Is there a way to force a struct to be packed tight?

Example:

struct {
    short a;
    int b;
}

The above structure is 8 bytes: 2 for short a, 2 for padding, 4 for int b. However, on disk, the data is only 6 bytes (not having the 2 bytes of padding for alignment)

Please be aware the actual data structures are thousands of bytes and many fields, including a couple arrays, so I would prefer not to read each field individually.

Victualer answered 13/1, 2014 at 13:23 Comment(7)
Look up on packing structs. Be aware that some architectures require structs be aligned for them to be read properly.Tinney
en.cppreference.com/w/cpp/language/alignas says alignas(0) has no effect?Tinney
#pragma pack may help.Maupin
I am not sure if I can count on C++11, however, I will investigateVictualer
Just write code to decode the serialized data into your in-memory representation.Vernalize
If you byte-pack such structure, beware segfaults while accessing that integer valueIcsh
Also be concerned with endianness and field order when specifying bit fields in your struct, especially if you have any fields crossing byte or word boundaries!Wittol
F
81

If you're using GCC, you can do struct __attribute__ ((packed)) { short a; int b; }

On VC++ you can do #pragma pack(1). This option is also supported by GCC.

#pragma pack(push, 1)
struct { short a; int b; }
#pragma pack(pop)

Other compilers may have options to do a tight packing of the structure with no padding.

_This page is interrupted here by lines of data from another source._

// jumps of the driving temperature that a time step cannot resolve.
//
// crank–nicolson damps the stiff modes of the wall hardly at all, so a drive that changes abruptly inside one step
// leaves an oscillation that rings for many steps. the stepper restarts after such a jump (simulate.ts). a change
// counts as a jump only when, in the combined driving temperature in kelvin (outside: air + R_se·(α·I − netLoss);
// inside: the inside air),
//   - it is concentrated: more than JUMP_CONCENTRATION of the variation over [t − dt/2, t + dt] happens
//     within [t, t + dt/2], so a ramp over a whole step (0.5), a sine, or an hourly series at hourly steps is none, so a ramp over a whole step, a sine, or an hourly series at hourly steps is none;
//   - and it is large: the variation within that half step is over JUMP_MIN_CHANGE kelvin.
// it is placed at the piece where it starts (a piece at least as steep as the half step ahead on average).
// only series finer than the step can change faster than the step; constants, sines and series at least one step
// apart are resolved by construction and are evaluated only as part of the combined drive.
import { drivingTemperature, type BoundarySide } from './boundary.ts';
import type { CompiledSignal } from './signals.ts';

/** K: smaller changes cannot make visible ringing (common practice: well below the accuracy of any input) */
export const JUMP_MIN_CHANGE = 0.1;
/** share of the variation over 1.5 steps that must fall within half a step */
export const JUMP_CONCENTRATION = 0.6;
/** bound on the breakpoints examined, so a pathological series cannot make the check expensive */
const MAX_BREAKPOINTS = 4_000_000;

function fineSeries(side: BoundarySide, dt: number): CompiledSignal[] {
  const out: CompiledSignal[] = [];
  for (const s of [side.air, side.irradiance, side.netLoss]) {
    if (s !== null && s.kind === 2 && s.values.length > 1 && s.step < dt) out.push(s);
  }
  return out;
}

/** sorted times in [0, duration) where the side's driving temperature jumps as seen by a step dt */
export function sideJumps(side: BoundarySide, duration: number, dt: number): number[] {
  const fine = fineSeries(side, dt);
  if (fine.length === 0) return [];
  // breakpoints of the fine series (where the drive changes slope), plus both ends
  const points: number[] = [0, duration];
  for (const s of fine) {
    const last = s.repeat ? Math.floor(duration / s.step) : Math.min(s.values.length - 1, Math.floor(duration / s.step));
    for (let k = 1; k <= last && points.length < MAX_BREAKPOINTS; k++) points.push(k * s.step);
  }
  const sorted = Float64Array.from(points).sort();
  const eps = 1e-9 * dt;
  let m = 0;
  for (let j = 0; j < sorted.length; j++) if (m === 0 || sorted[j] - sorted[m - 1] > eps) sorted[m++] = sorted[j];
  const tau = sorted.subarray(0, m);
  // variation of each piece and its prefix sums
  const prefix = new Float64Array(m);
  let prev = drivingTemperature(side, tau[0]);
  for (let j = 1; j < m; j++) {
    const d = drivingTemperature(side, tau[j]);
    prefix[j] = prefix[j - 1] + Math.abs(d - prev);
    prev = d;
  }
  // cumulative variation F(t), linear within each piece; p is a cursor that only moves forward
  const cumulative = (t: number, p: number): number => {
    if (t <= tau[0]) return 0;
    if (t >= tau[m - 1]) return prefix[m - 1];
    const w = tau[p + 1] - tau[p];
    return prefix[p] + ((t - tau[p]) / w) * (prefix[p + 1] - prefix[p]);
  };
  const out: number[] = [];
  let lo = 0; // piece holding t − dt/2
  let mid = 0; // piece holding t + dt/2
  let hi = 0; // piece holding t + dt
  const pieces = m - 1;
  for (let j = 0; j < pieces; j++) {
    const t = tau[j];
    if (t >= duration) break;
    while (lo < pieces - 1 && tau[lo + 1] <= t - dt / 2) lo++;
    while (mid < pieces - 1 && tau[mid + 1] <= t + dt / 2) mid++;
    while (hi < pieces - 1 && tau[hi + 1] <= t + dt) hi++;
    const at = prefix[j];
    const short = cumulative(t + dt / 2, mid) - at;
    if (short <= JUMP_MIN_CHANGE) continue;
    // the change must start here: this piece at least as steep as the half step ahead on average
    if ((prefix[j + 1] - at) * (dt / 2) < short * (tau[j + 1] - t)) continue;
    const long = cumulative(t + dt, hi) - cumulative(t - dt / 2, lo);
    if (short > JUMP_CONCENTRATION * long) out.push(t);
  }
  return out;
}

/** sorted, distinct indices of the steps (of size dt, the last possibly shorter) in which a jump starts */
export function jumpSteps(outside: BoundarySide, inside: BoundarySide, duration: number, dt: number, steps: number): number[] {
  const set = new Set<number>();
  for (const t of [...sideJumps(outside, duration, dt), ...sideJumps(inside, duration, dt)]) {
    set.add(Math.min(steps - 1, Math.floor(t / dt + 1e-9)));
  }
  return [...set].sort((a, b) => a - b);
}
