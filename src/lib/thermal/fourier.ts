// discrete fourier transform of any length: radix-2 cooley–tukey for powers of two, and bluestein's chirp-z
// algorithm (L. Bluestein, "A linear filtering approach to the computation of the discrete Fourier transform",
// IEEE Trans. Audio Electroacoust. 18, 1970) for other lengths, through a power-of-two convolution.
// forward transform: X_k = Σ_n x_n e^{−2πi kn/N}, in place on separate real and imaginary arrays.

/** in-place iterative radix-2 fft; n = re.length must be a power of two; sign −1 forward, +1 inverse (unscaled) */
function radix2(re: Float64Array, im: Float64Array, sign: number): void {
  const n = re.length;
  for (let i = 1, j = 0; i < n; i++) {
    let bit = n >> 1;
    for (; j & bit; bit >>= 1) j ^= bit;
    j ^= bit;
    if (i < j) {
      let t = re[i];
      re[i] = re[j];
      re[j] = t;
      t = im[i];
      im[i] = im[j];
      im[j] = t;
    }
  }
  for (let len = 2; len <= n; len <<= 1) {
    const half = len >> 1;
    const step = (sign * 2 * Math.PI) / len;
    for (let k = 0; k < half; k++) {
      // twiddles computed directly (not by recurrence) so round-off does not grow with n
      const wr = Math.cos(step * k);
      const wi = Math.sin(step * k);
      for (let i = k; i < n; i += len) {
        const j = i + half;
        const xr = re[j] * wr - im[j] * wi;
        const xi = re[j] * wi + im[j] * wr;
        re[j] = re[i] - xr;
        im[j] = im[i] - xi;
        re[i] += xr;
        im[i] += xi;
      }
    }
  }
}

/** forward dft of a complex sequence of any length, in place */
export function dft(re: Float64Array, im: Float64Array): void {
  const n = re.length;
  if (n <= 1) return;
  if ((n & (n - 1)) === 0) {
    radix2(re, im, -1);
    return;
  }
  // bluestein: X_k = conj(w_k) Σ_n (x_n conj(w_n)) w_{k−n}, w_m = e^{iπ m²/N}
  let m = 1;
  while (m < 2 * n - 1) m <<= 1;
  const wr = new Float64Array(n);
  const wi = new Float64Array(n);
  for (let k = 0; k < n; k++) {
    const q = (k * k) % (2 * n); // k² mod 2N keeps the angle small and exact
    wr[k] = Math.cos((Math.PI * q) / n);
    wi[k] = Math.sin((Math.PI * q) / n);
  }
  const ar = new Float64Array(m);
  const ai = new Float64Array(m);
  for (let k = 0; k < n; k++) {
    // x·conj(w)
    ar[k] = re[k] * wr[k] + im[k] * wi[k];
    ai[k] = im[k] * wr[k] - re[k] * wi[k];
  }
  const br = new Float64Array(m);
  const bi = new Float64Array(m);
  br[0] = wr[0];
  bi[0] = wi[0];
  for (let k = 1; k < n; k++) {
    br[k] = br[m - k] = wr[k];
    bi[k] = bi[m - k] = wi[k];
  }
  radix2(ar, ai, -1);
  radix2(br, bi, -1);
  for (let k = 0; k < m; k++) {
    const r = ar[k] * br[k] - ai[k] * bi[k];
    ai[k] = ar[k] * bi[k] + ai[k] * br[k];
    ar[k] = r;
  }
  radix2(ar, ai, 1);
  for (let k = 0; k < n; k++) {
    const r = ar[k] / m;
    const i = ai[k] / m;
    re[k] = r * wr[k] + i * wi[k];
    im[k] = i * wr[k] - r * wi[k];
  }
}
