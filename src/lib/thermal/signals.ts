// boundary signals: constant, sine, series. evaluation is branch + arithmetic only, so it can sit in the time loop.
import type { Model, Signal } from './types.ts';

const KIND_CONSTANT = 0;
const KIND_SINE = 1;
const KIND_SERIES = 2;

/** a signal flattened for cheap evaluation (no allocation when evaluated) */
export interface CompiledSignal {
  kind: number;
  // constant: a = value. sine: a = mean, b = amplitude, w = 2π/period, p = peakTime.
  // series: b = 1/step, values, repeat.
  a: number;
  b: number;
  w: number;
  p: number;
  values: Float64Array;
  repeat: boolean;
  step: number;
}

/** flattens a signal once, before the time loop */
export function compileSignal(signal: Signal): CompiledSignal {
  const empty = new Float64Array(0);
  switch (signal.kind) {
    case 'constant':
      return { kind: KIND_CONSTANT, a: signal.value, b: 0, w: 0, p: 0, values: empty, repeat: false, step: 0 };
    case 'sine':
      return {
        kind: KIND_SINE,
        a: signal.mean,
        b: signal.amplitude,
        w: (2 * Math.PI) / signal.period,
        p: signal.peakTime,
        values: empty,
        repeat: false,
        step: signal.period,
      };
    case 'series':
      return {
        kind: KIND_SERIES,
        a: 0,
        b: 1 / signal.step,
        w: 0,
        p: 0,
        values: Float64Array.from(signal.values),
        repeat: signal.repeat === true,
        step: signal.step,
      };
    default:
      throw new Error(`unknown signal kind: ${(signal as { kind: unknown }).kind}`);
  }
}

/** value of a compiled signal at time t (s) */
export function signalAt(s: CompiledSignal, t: number): number {
  if (s.kind === KIND_CONSTANT) return s.a;
  if (s.kind === KIND_SINE) return s.a + s.b * Math.cos(s.w * (t - s.p));
  const v = s.values;
  const n = v.length;
  if (n === 1) return v[0];
  let u = t * s.b; // time in samples
  if (s.repeat) {
    u = u % n; // repeating period is n samples: the last value ramps back to the first
    if (u < 0) u += n;
    const i = Math.floor(u);
    const f = u - i;
    const j = i + 1 === n ? 0 : i + 1;
    return v[i] + f * (v[j] - v[i]);
  }
  if (u <= 0) return v[0];
  if (u >= n - 1) return v[n - 1];
  const i = Math.floor(u);
  const f = u - i;
  return v[i] + f * (v[i + 1] - v[i]);
}

/** time derivative at t by a central difference of width h (s); used only at output times */
export function signalRate(s: CompiledSignal, t: number, h: number): number {
  if (s.kind === KIND_CONSTANT) return 0;
  if (s.kind === KIND_SINE) return -s.b * s.w * Math.sin(s.w * (t - s.p));
  return (signalAt(s, t + h) - signalAt(s, t - h)) / (2 * h);
}

/** the period of a repeating signal, s: null for a constant (it repeats with any period), undefined when it does not repeat */
export function signalPeriod(signal: Signal): number | null | undefined {
  if (signal.kind === 'constant') return null;
  if (signal.kind === 'sine') return signal.period;
  if (signal.repeat === true) return signal.values.length * signal.step;
  return signal.values.length === 1 ? null : undefined;
}

/** every signal of a model with its path, outside first */
export function modelSignals(model: Pick<Model, 'outside' | 'inside'>): { path: string; signal: Signal }[] {
  const out: { path: string; signal: Signal }[] = [{ path: 'outside.air', signal: model.outside.air }];
  if (model.outside.solar) out.push({ path: 'outside.solar.irradiance', signal: model.outside.solar.irradiance });
  if (model.outside.longWave) out.push({ path: 'outside.longWave.netLoss', signal: model.outside.longWave.netLoss });
  out.push({ path: 'inside.air', signal: model.inside.air });
  return out;
}

/**
 * the common period P of a model's signals for a periodic start (engine contract, "Periodic start"):
 * every signal must repeat; P is the longest period and every other period divides it to 1e-9 relative.
 * period null: all signals are constant (the periodic state is the steady state).
 */
export function commonPeriod(
  model: Pick<Model, 'outside' | 'inside'>,
): { ok: true; period: number | null } | { ok: false; message: string } {
  const signals = modelSignals(model);
  let longest: number | null = null;
  for (const { path, signal } of signals) {
    const p = signalPeriod(signal);
    if (p === undefined) {
      return { ok: false, message: `"periodic" needs every signal to repeat, but ${path} is a series without "repeat": true` };
    }
    if (p !== null && (longest === null || p > longest)) longest = p;
  }
  if (longest === null) return { ok: true, period: null };
  for (const { path, signal } of signals) {
    const p = signalPeriod(signal);
    if (p === null || p === undefined) continue;
    const ratio = longest / p;
    if (Math.abs(ratio - Math.round(ratio)) > 1e-9 * ratio) {
      return {
        ok: false,
        message: `"periodic" needs every period to divide the longest (${longest} s), but ${path} repeats every ${p} s`,
      };
    }
  }
  return { ok: true, period: longest };
}
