// the thermal engine's public surface: pure typescript, imports nothing outside this folder
export type * from './types.ts';
export { analyse, analysisPeriod, DEFAULT_PERIOD } from './analyse.ts';
export { simulate, SimulationCancelled } from './simulate.ts';
export { buildMesh, cellsForLayer, countCells, DEFAULT_MAX_CELL_SIZE, DEFAULT_MIN_CELLS_PER_LAYER, type Mesh } from './mesh.ts';
export { compileSignal, signalAt, jumpTimes, type CompiledSignal } from './signals.ts';
export { solAirTemperature } from './boundary.ts';
export { steadyFigures } from './steady.ts';
export { layerFigures, lumpedFigures, LUMPED_BIOT_LIMIT } from './diagnostics.ts';
export { periodicAnalysis, wallMatrix, layerMatrix, resistanceMatrix, transmittance } from './periodic.ts';
export { factorise, solve, thetaStep, tridiagonal, type Tridiagonal, type ThomasFactor } from './stepper.ts';
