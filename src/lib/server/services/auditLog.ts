import { and, count, desc, eq, like, or } from 'drizzle-orm';
import { db } from '../db';
import { auditLog, users } from '../db/schema';
import type { ListQuery } from '../../schemas/api';
import { likePattern, offsetOf, orderFor, type Page } from './list';

export interface AuditRow {
  id: number;
  action: string;
  actorName: string | null;
  target: string;
  detail: Record<string, unknown> | null;
  ip: string;
  success: boolean;
  createdAt: Date;
}

/**
 * A team's audit log. Sign-ins are not tied to one team, so a team's log shows the
 * sign-ins and failed sign-ins of its members' addresses as well as its own rows.
 */
export async function listAudit(teamId: number, memberEmails: string[], q: ListQuery): Promise<Page<AuditRow>> {
  const p = likePattern(q.q);
  const signIns = memberEmails.length
    ? and(or(eq(auditLog.action, 'sign_in'), eq(auditLog.action, 'sign_in_failed')), or(...memberEmails.map((e) => eq(auditLog.target, e))))
    : undefined;
  const where = and(
    signIns ? or(eq(auditLog.teamId, teamId), signIns) : eq(auditLog.teamId, teamId),
    q.q ? or(like(auditLog.action, p), like(auditLog.target, p), like(users.name, p), like(auditLog.ip, p)) : undefined,
  );
  const items = await db
    .select({
      id: auditLog.id,
      action: auditLog.action,
      actorName: users.name,
      target: auditLog.target,
      detail: auditLog.detail,
      ip: auditLog.ip,
      success: auditLog.success,
      createdAt: auditLog.createdAt,
    })
    .from(auditLog)
    .leftJoin(users, eq(users.id, auditLog.actorId))
    .where(where)
    .orderBy(...orderFor(q.sort, { createdAt: auditLog.createdAt, action: auditLog.action, actorName: users.name, target: auditLog.target }), desc(auditLog.id))
    .limit(q.pageSize)
    .offset(offsetOf(q));
  const [{ n }] = await db.select({ n: count() }).from(auditLog).leftJoin(users, eq(users.id, auditLog.actorId)).where(where);
  return { items, page: q.page, pageSize: q.pageSize, total: n };
}
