// runs kept with a revision: what ran (the exposure), what it found (the summary, keyed by the
// figure definitions of src/lib/workbench/figureDefs.ts), who ran it when, and the run itself
// packed (src/lib/workbench/keptRun.ts) so a checker, the Report and the Shared view read the
// very run the engineer saw.
import { and, desc, eq, isNotNull, sql } from 'drizzle-orm';
import { db } from '../db';
import { runs, users } from '../db/schema';
import { MAX_PACKED_BYTES, readPackedHeader, unpackRun } from '../../workbench/keptRun';
import type { RunDone } from '../../workbench/runDocument';

export type RunSummary = Record<string, number | string | null>;

/** checks packed bytes before they are kept: the header must read and the size stay in the limit */
export function checkPacked(bytes: Uint8Array): string | null {
  if (bytes.length > MAX_PACKED_BYTES) return `The packed run is ${(bytes.length / 1048576).toFixed(1)} MB; at most ${MAX_PACKED_BYTES / 1048576} MB is kept. Keep it without its series.`;
  try {
    readPackedHeader(bytes);
    return null;
  } catch (e) {
    return `The packed run cannot be read: ${e instanceof Error ? e.message : String(e)}.`;
  }
}

export async function addRun(revisionId: number, userId: string, input: { exposure: unknown; summary: RunSummary; packed?: Uint8Array | null }) {
  const createdAt = new Date();
  const [row] = await db
    .insert(runs)
    .values({ revisionId, createdBy: userId, exposure: input.exposure, summary: input.summary, packed: input.packed ? Buffer.from(input.packed) : null, createdAt })
    .$returningId();
  return { id: row.id, createdAt };
}

/** what a run answers with besides its ids: what it ran, what it found, and who ran it when */
const runFields = {
  exposure: runs.exposure,
  summary: runs.summary,
  createdByName: users.name,
  createdAt: runs.createdAt,
  packedBytes: sql<number | null>`length(${runs.packed})`.mapWith((v) => (v === null ? null : Number(v))),
};

export interface KeptRunRow {
  id: number;
  exposure: unknown;
  summary: RunSummary;
  createdByName: string | null;
  createdAt: Date;
  /** the run's series is kept with it */
  hasSeries: boolean;
  packedBytes: number | null;
}

const rowOf = (r: { id: number; exposure: unknown; summary: unknown; createdByName: string | null; createdAt: Date; packedBytes: number | null }): KeptRunRow => ({
  ...r,
  summary: (r.summary ?? {}) as RunSummary,
  hasSeries: r.packedBytes !== null,
});

/** the runs of a revision, newest first (without their packed bytes) */
export async function runsOf(revisionId: number, limit = 100): Promise<KeptRunRow[]> {
  const rows = await db
    .select({ id: runs.id, ...runFields })
    .from(runs)
    .leftJoin(users, eq(users.id, runs.createdBy))
    .where(eq(runs.revisionId, revisionId))
    .orderBy(desc(runs.createdAt), desc(runs.id))
    .limit(limit);
  return rows.map(rowOf);
}

export async function getRun(runId: number): Promise<(KeptRunRow & { revisionId: number }) | null> {
  const rows = await db
    .select({ id: runs.id, revisionId: runs.revisionId, ...runFields })
    .from(runs)
    .leftJoin(users, eq(users.id, runs.createdBy))
    .where(eq(runs.id, runId))
    .limit(1);
  return rows[0] ? { ...rowOf(rows[0]), revisionId: rows[0].revisionId } : null;
}

/** the packed bytes of a run, or null when it was kept without its series */
export async function packedOf(runId: number): Promise<Buffer | null> {
  const rows = await db.select({ packed: runs.packed }).from(runs).where(eq(runs.id, runId)).limit(1);
  return rows[0]?.packed ?? null;
}

export async function revisionOfRun(runId: number): Promise<number | null> {
  const rows = await db.select({ revisionId: runs.revisionId }).from(runs).where(eq(runs.id, runId)).limit(1);
  return rows[0]?.revisionId ?? null;
}

/** the newest run of a revision kept with its series, unpacked; null when there is none (or it does not unpack) */
export async function latestKeptRun(revisionId: number): Promise<{ row: KeptRunRow; run: RunDone } | null> {
  const rows = await db
    .select({ id: runs.id, ...runFields, packed: runs.packed })
    .from(runs)
    .leftJoin(users, eq(users.id, runs.createdBy))
    .where(and(eq(runs.revisionId, revisionId), isNotNull(runs.packed)))
    .orderBy(desc(runs.createdAt), desc(runs.id))
    .limit(1);
  const r = rows[0];
  if (!r || !r.packed) return null;
  const { packed, ...rest } = r;
  try {
    return { row: rowOf(rest), run: unpackRun(new Uint8Array(packed.buffer, packed.byteOffset, packed.byteLength)) };
  } catch {
    return null;
  }
}
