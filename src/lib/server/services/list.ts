import { asc, desc, type SQL, type AnyColumn } from 'drizzle-orm';
import type { ListQuery } from '../../schemas/api';

import type { Page } from '../../schemas/rows';

export type { Page };

/** the answer of a list endpoint: this page's items, where the page is, and how many there are in all */
export function pageOf<T>(items: T[], q: ListQuery, total: number): Page<T> {
  return { items, page: q.page, pageSize: q.pageSize, total };
}

/** ORDER BY for a "key" or "-key" sort, falling back to the first column */
export function orderFor(sort: string, columns: Record<string, AnyColumn | SQL>): SQL[] {
  const descending = sort.startsWith('-');
  const column = columns[sort.replace(/^-/, '')] ?? Object.values(columns)[0];
  return [descending ? desc(column) : asc(column)];
}

export function offsetOf(q: ListQuery): number {
  return (q.page - 1) * q.pageSize;
}

/** a LIKE pattern for the filter text, with % and _ taken literally */
export function likePattern(q: string): string {
  return `%${q.replace(/[\\%_]/g, (c) => `\\${c}`)}%`;
}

Firewarden answered 13/1, 2014 at 13:31 Comment(8)
Thank you. I am currently using GCC and that worked. I left a comment about the pragma in the event we change compilers though.Victualer
What happens to structure inheritance?Medford
IIRC only this structure will be tightly packed; the inheriting structure has to use it again. If this is inheriting from some structure that will be considered as one type and it's layout will be kept as it's defined in its declaration. All these are compiler-specific so you should read the compiler documentation.Firewarden
Neither of these things worked. I am writing a system that must read COFF binary files that have all of their fields packed together. The Windows compiler can read this data into fields that seem to be packed by default. The g++ compiler cannot do this no matter how you try to force it.Stepfather
I'm sure it works; live example. It's most probably an environmental issue. Check your compiler version, the flags you pass, etc. Try to dump your settings and see if there're any off values.Firewarden
struct attribute ((packed)) worked for me. Thanks!Humblebee
The #pragma seems to work both in Visual Studio and GCC.Paulus
Yeah, as the answer called out. VC++ is the compiler inside Visual Studio (IDE).Firewarden
L
18

You need to use a compiler-specific, non-Standard directive to specify 1-byte packing. Such as under Windows:

#pragma pack (push, 1)

The problem is that the creator of the file took no time to properly byte align the data structures and everything is packed tight.

Actually, the designer did the right thing. Padding is something that the Standard says can be applied, but it doesn't say how much padding should be applied in what cases. The Standard doesn't even say how many bits are in a byte. Even though you might assume that even though these things aren't specified they should still be the same reasonable value on modern machines, that's simply not true. On a 32-bit Windows machine for example the padding might be one thing whereas on the 64-bit version of Windows is might be something else. Maybe it will be the same -- that's not the point. The point is you don't know what the padding will be on different systems.

So by "packing it tight" the developer did the only thing they could -- use some packing that he can be reasonably sure that every system will be able to understand. In that case that commonly-understood packing is to use no padding in structures saved to disk or sent down a wire.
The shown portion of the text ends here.